Malobika agrees. She says the minute one of their own children is found to be homosexual, a “liberated, educated” couple will try for therapy or marriage.

Says Abir, her colleague at Sappho, that the attitude towards gay women cuts across all sections too. “From the lowest class to the very upper classes, no one is very open to two women in a relationship,” she says.

The good news is that the gay community, within itself, is far more democratic. Since a gay person has less choice, he tends to be much less fussy about matters like class or creed when it comes to choosing a partner.

“If I like someone, I will not hesitate about where he comes from, even if he sleeps on the pavements,” says the resident of a multi-storeyed building in central Calcutta.

May the heterosexuals start thinking like that.

 

Meeting of all faithfuls

http://www.telegraphindia.com/1090712/images/12metgay.jpg

A rally in the city on July 2 to celebrate the Delhi High Court verdict decriminalising adult homosexual relationships. Picture by Bishwarup Dutta

Homosexual tendencies are unnatural and should not be encouraged. The Delhi High Court verdict decriminalising homosexuality is wrong and needs to be challenged. That was the main point made at a meeting of the heads of all religions in the city on Friday. The All Faith Forum brought together Rt Rev. P.S.P. Raju, former bishop of Calcutta Diocese, Jain leader Muni Mani Kumar Maharaj, Quari Fazurul Rahman, “Yogi” Bijay Chaturvedi, Pt Narayan Sehal and Dr Revatha (senior Buddhist monk) and others to address the issue.

Syed Athar Abbas was the most vocal. “It is an abnormality, a disease. People like these should be treated. Homosexuality shouldn’t be legalised. My religion says people having homosexual relationships should be killed and burnt,” he said with feeling. While others were not so violent, the disapproval was clear. “It is against nature. It is against the principle of creation. Only the union of opposite sexes is approved by nature and religion,” said Bijay Chaturvedi.

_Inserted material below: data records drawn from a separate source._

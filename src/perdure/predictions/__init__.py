"""Predictions: responses of parts under duties, shares and bounds, margins. Knows draws and kernels, no sampler."""
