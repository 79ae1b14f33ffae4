"""Parameters at every level: medians, intervals, and how much the readings taught beyond the prior."""

from __future__ import annotations

from dataclasses import dataclass

import numpy as np
from numpy.typing import NDArray

from perdure.inference.density import Density
from perdure.predictions.draws import PosteriorDraws, Subject

Array = NDArray[np.float64]

INTERVAL = (0.05, 0.5, 0.95)
PRIOR_DRAWS = 2000
# a parameter whose variance the readings cut by less than this share is not identified by them
IDENTIFIED_FROM = 0.2
REPORTED_MODULI = 9


@dataclass(frozen=True, slots=True)
class ParameterRow:
    """One parameter at one level.

    Attributes:
        quantity, label, level, subject, unit: what it is.
        posterior, prior: (5 %, 50 %, 95 %) quantiles; prior None where it is fixed.
        contraction: 1 − posterior variance / prior variance, of the logarithm for positive quantities; None where fixed.
        identified: yes, no or fixed.
    """

    quantity: str
    label: str
    level: str
    subject: str
    unit: str
    posterior: tuple[float, float, float]
    prior: tuple[float, float, float] | None
    contraction: float | None
    identified: str


def _three(values: Array) -> tuple[float, float, float]:
    low, middle, high = (float(value) for value in np.quantile(values, INTERVAL))
    return low, middle, high


def _row(names: tuple[str, str, str, str, str], posterior: Array, prior: Array, *, logarithmic: bool) -> ParameterRow:
    scale = np.log if logarithmic else np.asarray
    before = float(np.var(scale(prior)))
    contraction = 1.0 - float(np.var(scale(posterior))) / before if before > 0 else None
    identified = "fixed" if contraction is None else ("yes" if contraction >= IDENTIFIED_FROM else "no")
    return ParameterRow(*names, _three(posterior), _three(prior), contraction, identified)


def prior_draws(density: Density, posterior: PosteriorDraws, seed: int, count: int = PRIOR_DRAWS) -> PosteriorDraws:
    """Draws of the material's part of the model from its prior, in the layout of ``posterior``."""
    priors, structure = density.structure.priors, density.structure
    rng = np.random.default_rng(seed)
    population = priors.mean + rng.standard_normal((count, priors.mean.size)) @ np.linalg.cholesky(priors.covariance).T
    batch_sd = np.abs(rng.standard_normal((count, len(structure.modes)))) * priors.batch_scale
    specimen_sd = np.abs(rng.standard_normal((count, len(structure.modes)))) * priors.specimen_scale
    return PosteriorDraws(
        law=posterior.law,
        modes=posterior.modes,
        mode_index=posterior.mode_index,
        batches=posterior.batches,
        specimens=posterior.specimens,
        batch=posterior.batch,
        stiffness=population[:, 0],
        shape=population[:, 1:],
        batch_offset=batch_sd[:, None, :] * rng.standard_normal((count, len(structure.batches), len(structure.modes))),
        specimen_offset=specimen_sd[:, None, :] * rng.standard_normal((count, len(structure.specimens), len(structure.modes))),
        batch_sd=batch_sd,
        specimen_sd=specimen_sd,
        chains=1,
    )


def _material(posterior: PosteriorDraws, prior: PosteriorDraws) -> list[ParameterRow]:
    rows: list[ParameterRow] = []
    median = Subject("population median")
    after, before = np.exp(posterior.natural(posterior.centre(median))), np.exp(prior.natural(prior.centre(median)))
    law = posterior.law
    reference = "modulus at the reference time"
    rows.append(
        _row(("modulus", reference, "population", "", "MPa"), np.exp(posterior.stiffness), np.exp(prior.stiffness), logarithmic=True)
    )
    fixed = set() if law.free else {name for name in law.natural_names if name.startswith("tau_")}
    for k, (name, unit) in enumerate(zip(law.natural_names, law.natural_units, strict=True)):
        label = {"E": "strength" if name != "E_inf" else "equilibrium modulus", "t": "relaxation time"}[name[0]]
        if name in fixed:
            value = _three(after[:, k])
            rows.append(ParameterRow(name, label, "population", "", unit, value, None, None, "fixed"))
        else:
            rows.append(_row((name, label, "population", "", unit), after[:, k], before[:, k], logarithmic=True))
    for m, mode in enumerate(posterior.modes):
        for level, sd, sd_prior in (
            ("batch", posterior.batch_sd, prior.batch_sd),
            ("specimen", posterior.specimen_sd, prior.specimen_sd),
        ):
            names = (f"{mode} {level} scatter", f"sd of {mode}, {level} to {level}", "population", "", "1")
            rows.append(_row(names, sd[:, m], sd_prior[:, m], logarithmic=True))
    for level, names_of, kind in (("batch", posterior.batches, "known batch"), ("specimen", posterior.specimens, "tested specimen")):
        for name in names_of:
            subject = Subject(kind, name)  # type: ignore[arg-type]
            offsets, offsets_prior = posterior.centre(subject), prior.centre(subject)
            for m, mode in enumerate(posterior.modes):
                key = (mode, f"{mode} against the population", level, name, "1")
                rows.append(_row(key, offsets[:, m], offsets_prior[:, m], logarithmic=False))
            if "stiffness" in posterior.modes:
                m = posterior.modes.index("stiffness")
                rows.append(
                    _row(
                        ("modulus", reference, level, name, "MPa"),
                        np.exp(posterior.stiffness + offsets[:, m]),
                        np.exp(prior.stiffness + offsets_prior[:, m]),
                        logarithmic=True,
                    )
                )
    return rows


def _measurement(density: Density, flat: Array, seed: int) -> list[ParameterRow]:
    """Calibration and geometry effects and reading noise; ``flat`` is (draws, n)."""
    structure, packing = density.structure, density.packing
    rng = np.random.default_rng(seed)
    standard = rng.standard_normal(PRIOR_DRAWS)
    modes = len(structure.modes)
    rows: list[ParameterRow] = []
    first = 1 + structure.shape_size
    for e, effect in enumerate(structure.root_effects):
        key = (effect.kind, "standardised type B effect", "instrument", effect.subject, "1")
        rows.append(_row(key, flat[:, first + e], standard, logarithmic=False))
    at = packing.root + packing.batches * modes
    for s, effects in enumerate(structure.local_effects):
        for e, effect in enumerate(effects):
            level = "specimen" if effect.subject == structure.specimens[s] else "record"
            key = (effect.kind, "standardised type B effect", level, effect.subject, "1")
            rows.append(_row(key, flat[:, at + modes + e], standard, logarithmic=False))
        at += int(packing.size[s])
    at += 2 * modes
    for k, instrument in enumerate(structure.instruments):
        for p, name in enumerate(density.noise.parameter_names):
            prior = np.exp(structure.priors.noise_location[k, p] + structure.priors.noise_scale[k, p] * standard)
            unit = "MPa" if name == "absolute" else "1"
            key = (f"noise {name}", "sd of one reading", "instrument", instrument, unit)
            rows.append(_row(key, np.exp(flat[:, at]), prior, logarithmic=True))
            at += 1
    return rows


def parameter_rows(density: Density, posterior: PosteriorDraws, flat: Array, seed: int) -> list[ParameterRow]:
    """Every parameter at population, batch, specimen, instrument and record level; ``flat`` is (draws, n)."""
    prior = prior_draws(density, posterior, seed)
    return _material(posterior, prior) + _measurement(density, flat, seed + 1)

Kuldip Singh Virdhi, who represented the Sikh faith, said that neither their religion nor the gurdwara gave permission for this union. Rev. P.S.P. Raju, ended the session by saying that while he could sympathise with people with such preferences, he could not empathise with them. “If they are harassed we will try to give them justice. But at the same time we cannot let it be legalised,” he said. The forum feared that legalising homosexual sex would make more people homosexual. The religious heads also vowed that they would fight this verdict in the Supreme Court and even in Parliament, if need be.